[Dataset entries]:
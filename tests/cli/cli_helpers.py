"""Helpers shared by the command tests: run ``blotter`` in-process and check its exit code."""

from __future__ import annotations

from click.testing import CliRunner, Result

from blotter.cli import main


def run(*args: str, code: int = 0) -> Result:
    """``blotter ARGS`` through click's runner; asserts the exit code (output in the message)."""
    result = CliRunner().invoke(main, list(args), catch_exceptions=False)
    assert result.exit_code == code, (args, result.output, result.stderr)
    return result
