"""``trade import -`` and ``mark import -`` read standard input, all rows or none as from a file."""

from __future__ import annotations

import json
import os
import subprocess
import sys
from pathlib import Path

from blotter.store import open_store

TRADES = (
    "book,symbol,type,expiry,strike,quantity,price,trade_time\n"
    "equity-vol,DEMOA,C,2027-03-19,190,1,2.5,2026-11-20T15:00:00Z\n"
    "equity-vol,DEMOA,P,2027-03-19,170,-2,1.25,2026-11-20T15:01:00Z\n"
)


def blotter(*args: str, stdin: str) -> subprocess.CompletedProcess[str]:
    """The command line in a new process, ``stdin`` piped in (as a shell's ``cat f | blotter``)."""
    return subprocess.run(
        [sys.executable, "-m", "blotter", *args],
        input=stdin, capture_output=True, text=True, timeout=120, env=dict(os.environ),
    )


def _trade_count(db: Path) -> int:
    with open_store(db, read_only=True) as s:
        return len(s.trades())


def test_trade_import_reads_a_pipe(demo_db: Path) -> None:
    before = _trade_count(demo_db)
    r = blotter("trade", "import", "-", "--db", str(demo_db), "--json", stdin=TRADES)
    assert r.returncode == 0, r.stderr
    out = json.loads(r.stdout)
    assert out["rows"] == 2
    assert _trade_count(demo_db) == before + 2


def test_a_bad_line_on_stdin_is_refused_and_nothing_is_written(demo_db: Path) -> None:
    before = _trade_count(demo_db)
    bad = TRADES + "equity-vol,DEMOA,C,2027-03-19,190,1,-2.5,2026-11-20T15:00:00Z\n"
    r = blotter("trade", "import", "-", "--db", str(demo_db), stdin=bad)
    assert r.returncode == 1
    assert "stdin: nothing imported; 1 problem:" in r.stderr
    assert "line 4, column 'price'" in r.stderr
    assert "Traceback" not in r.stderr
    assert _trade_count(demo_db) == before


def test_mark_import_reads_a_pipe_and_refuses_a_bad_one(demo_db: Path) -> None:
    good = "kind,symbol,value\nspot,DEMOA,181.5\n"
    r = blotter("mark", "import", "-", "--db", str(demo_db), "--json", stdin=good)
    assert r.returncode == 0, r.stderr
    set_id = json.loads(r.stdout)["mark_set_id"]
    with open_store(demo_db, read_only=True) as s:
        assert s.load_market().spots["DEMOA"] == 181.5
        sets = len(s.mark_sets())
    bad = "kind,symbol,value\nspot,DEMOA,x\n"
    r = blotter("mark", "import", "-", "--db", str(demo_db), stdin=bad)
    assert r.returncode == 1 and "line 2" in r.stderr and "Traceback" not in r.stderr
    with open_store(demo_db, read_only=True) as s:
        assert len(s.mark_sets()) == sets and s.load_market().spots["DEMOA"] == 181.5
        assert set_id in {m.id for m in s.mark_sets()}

[WHAT YOU HAVE TO DO]:
Each entry above is to be quoted exactly.

[TASK RESPONSE]:
filename tests/cli/cli_helpers.py
"""Helpers shared by the command tests: run ``blotter`` in-process and check its exit code."""

from __future__ import annotations

from click.testing import CliRunner, Result

from blotter.cli import main


def run(*args: str, code: int = 0) -> Result:
    """``blotter ARGS`` through click's runner; asserts the exit code (output in the message)."""
    result = CliRunner().invoke(main, list(args), catch_exceptions=False)
    assert result.exit_code == code, (args, result.output, result.stderr)
    return result
"""``trade import -`` and ``mark import -`` read standard input, all rows or none as from a file."""

from __future__ import annotations

import json
import os
import subprocess
import sys
from pathlib import Path

from blotter.store import open_store

TRADES = (
    "book,symbol,type,expiry,strike,quantity,price,trade_time\n"
    "equity-vol,DEMOA,C,2027-03-19,190,1,2.5,2026-11-20T15:00:00Z\n"
    "equity-vol,DEMOA,P,2027-03-19,170,-2,1.25,2026-11-20T15:01:00Z\n"
)


def blotter(*args: str, stdin: str) -> subprocess.CompletedProcess[str]:
    """The command line in a new process, ``stdin`` piped in (as a shell's ``cat f | blotter``)."""
    return subprocess.run(
        [sys.executable, "-m", "blotter", *args],
        input=stdin, capture_output=True, text=True, timeout=120, env=dict(os.environ),
    )


def _trade_count(db: Path) -> int:
    with open_store(db, read_only=True) as s:
        return len(s.trades())


def test_trade_import_reads_a_pipe(demo_db: Path) -> None:
    before = _trade_count(demo_db)
    r = blotter("trade", "import", "-", "--db", str(demo_db), "--json", stdin=TRADES)
    assert r.returncode == 0, r.stderr
    out = json.loads(r.stdout)
    assert out["rows"] == 2
    assert _trade_count(demo_db) == before + 2


def test_a_bad_line_on_stdin_is_refused_and_nothing_is_written(demo_db: Path) -> None:
    before = _trade_count(demo_db)
    bad = TRADES + "equity-vol,DEMOA,C,2027-03-19,190,1,-2.5,2026-11-20T15:00:00Z\n"
    r = blotter("trade", "import", "-", "--db", str(demo_db), stdin=bad)
    assert r.returncode == 1
    assert "stdin: nothing imported; 1 problem:" in r.stderr
    assert "line 4, column 'price'" in r.stderr
    assert "Traceback" not in r.stderr
    assert _trade_count(demo_db) == before


def test_mark_import_reads_a_pipe_and_refuses_a_bad_one(demo_db: Path) -> None:
    good = "kind,symbol,value\nspot,DEMOA,181.5\n"
    r = blotter("mark", "import", "-", "--db", str(demo_db), "--json", stdin=good)
    assert r.returncode == 0, r.stderr
    set_id = json.loads(r.stdout)["mark_set_id"]
    with open_store(demo_db, read_only=True) as s:
        assert s.load_market().spots["DEMOA"] == 181.5
        sets = len(s.mark_sets())
    bad = "kind,symbol,value\nspot,DEMOA,x\n"
    r = blotter("mark", "import", "-", "--db", str(demo_db), stdin=bad)
    assert r.returncode == 1 and "line 2" in r.stderr and "Traceback" not in r.stderr
    with open_store(demo_db, read_only=True) as s:
        assert len(s.mark_sets()) == sets and s.load_market().spots["DEMOA"] == 181.5
        assert set_id in {m.id for m in s.mark_sets()}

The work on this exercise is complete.